(Dataset entries)
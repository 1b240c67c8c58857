package main

import (
	"context"
	"flag"
	"log"
	"strings"

	"github.com/apache/beam/sdks/v2/go/pkg/beam"
	"github.com/apache/beam/sdks/v2/go/pkg/beam/io/textio"
	_ "github.com/apache/beam/sdks/v2/go/pkg/beam/runners/prism"
	"github.com/apache/beam/sdks/v2/go/pkg/beam/x/beamx"
)

func main() {
	flag.Parse()
	beam.Init()
	p, s := beam.NewPipelineWithRoot()
	c := beam.Create(s, "a", "b", "c")
	u := beam.ParDo(s, strings.ToUpper, c)
	textio.Write(s, "/tmp/beamtry/out.txt", u)
	if err := beamx.Run(context.Background(), p); err != nil {
		log.Fatal(err)
	}
}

## [PROBLEM TO SOLVE]
From the line holding "beam.Init()" to the last line of the data above, copy every line exactly and include nothing more.

## [RESPONSE AREA]
	beam.Init()
	p, s := beam.NewPipelineWithRoot()
	c := beam.Create(s, "a", "b", "c")
	u := beam.ParDo(s, strings.ToUpper, c)
	textio.Write(s, "/tmp/beamtry/out.txt", u)
	if err := beamx.Run(context.Background(), p); err != nil {
		log.Fatal(err)
	}
}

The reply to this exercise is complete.